There is a famous story in which the monk “Takuan 沢庵和尚”(1573~1645) used these Buddhist words to teach the secrets of Zen to this Samurai leader named “Yagyu Munenori柳生宗矩”(1571-1646).
If your mind becomes fixed in one place during combat, you will be unable to counter the barrage of enemy attacks.
By not focusing your mind on one thing, but you do not neglect each individual move; rather, you utilises your mind to focus on each move while remaining flexible in your response.
This is the exactly the same concept of “Hitsu, Gi, Kyoku 必技極” advocated by Shihan Aso, that there is no such thing as failure in submission.
If one technique fails and your mind is stuck there, and you stop moving, it is simply a failure.
The concept of chain submission is that even if one technique fails, if you keep your mind flexible and connect it to the next technique and continue until you finish your opponent, it is a setup for the next technique and is no longer a failure.
However, if you get too ahead of yourself and perform the move you’re currently attempting half-heartedly, the move you could have finished now will be wasted, so use your mind to focus 100% on each move and chain them together to master the chain submission.
It’s the same in our daily lives.
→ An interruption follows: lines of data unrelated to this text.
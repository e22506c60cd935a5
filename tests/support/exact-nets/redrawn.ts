import type { FlowNetDocument, SheetPoint, VersionedEntity } from '#shared/contract/document.ts';
import { entityIdOf } from '#tests/support/exact-nets/exact-net-document.ts';
import { seededRandom } from '#tests/support/exact-nets/seeded-noise.ts';

function withEntities(document: FlowNetDocument, entities: VersionedEntity[]): FlowNetDocument {
  return { ...document, entities: Object.fromEntries(entities.map((entity) => [entity.id, entity])) };
}

/** The same entities under ids in another order: as if they had been drawn in that order. */
export function drawnInAnotherOrder(document: FlowNetDocument, seed: number): FlowNetDocument {
  const random = seededRandom(seed);
  const shuffled = Object.values(document.entities)
    .map((entity) => ({ entity, key: random() }))
    .sort((a, b) => a.key - b.key);
  return withEntities(
    document,
    shuffled.map(({ entity }, i) => ({ ...entity, id: entityIdOf(i + 1) })),
  );
}

/** About half of the lines drawn the other way round. */
export function someLinesReversed(document: FlowNetDocument, seed: number): FlowNetDocument {
  const random = seededRandom(seed);
  return withEntities(
    document,
    Object.values(document.entities).map((entity) =>
      entity.value.kind === 'line' && random() < 0.5
        ? { ...entity, value: { ...entity.value, points: [...entity.value.points].reverse() } }
        : entity,
    ),
  );
}

/** A vertex more in the middle of every segment. */
export function withMoreVertices(document: FlowNetDocument): FlowNetDocument {
  return withEntities(
    document,
    Object.values(document.entities).map((entity) => {
      if (entity.value.kind !== 'line') return entity;
      const points = entity.value.points.flatMap((point, i, all): Array<[number, number]> => {
        const next = all[i + 1];
        return next === undefined ? [point] : [point, [(point[0] + next[0]) / 2, (point[1] + next[1]) / 2]];
      });
      return { ...entity, value: { ...entity.value, points } };
    }),
  );
}

/** Every line with a third of its vertices, stopping short of or running past its end by up to `gapPx`, some the other way round. */
export function drawnCarelessly(document: FlowNetDocument, gapPx: number, seed: number): FlowNetDocument {
  const random = seededRandom(seed);
  return withEntities(
    document,
    Object.values(document.entities).map((entity) => {
      if (entity.value.kind !== 'line') return entity;
      const all = entity.value.points;
      const points = all.filter((_, i) => i === 0 || i === all.length - 1 || i % 3 === 0);
      const last = points.length - 1;
      points[0] = moved(points[0]!, points[1]!, (2 * random() - 1) * gapPx);
      points[last] = moved(points[last]!, points[last - 1]!, (2 * random() - 1) * gapPx);
      return { ...entity, value: { ...entity.value, points: random() < 0.5 ? points : points.reverse() } };
    }),
  );
}

/** An end moved along its line, outwards for a positive distance in pixels. */
function moved(end: SheetPoint, before: SheetPoint, distance: number): SheetPoint {
  const length = Math.hypot(end[0] - before[0], end[1] - before[1]);
  return [
    end[0] + ((end[0] - before[0]) * distance) / length,
    end[1] + ((end[1] - before[1]) * distance) / length,
  ];
}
If we make a mistake or have a single worry, our minds can become trapped by it, and our minds stay there, unable to focus on other things or the present.
What’s important is how we react in that moment.
Instead of dwelling on the failure or worrying it stops us from moving forward, we should quickly recover from it, move on, and focus 100% on the next thing.
If you get too attached to each and every move, you won’t be able to adapt to change and you won’t achieve anything, so embrace change, use your mind to be flexible, and deal with each thing with all your might.
Simply knowing about these things is not enough.
Just like with martial arts techniques, these days, with the spread of the internet, many people know a lot of techniques but can’t actually perform them.
There is a world of difference between just knowing something and being able to do it. Then you have to practice it until you can do it well, and then you have to practice it until you can use it in real combat.
Without regularly practicing this kind of mental attitude, it is difficult to actually be able to do it.
That is perhaps why it is the secret of Zen.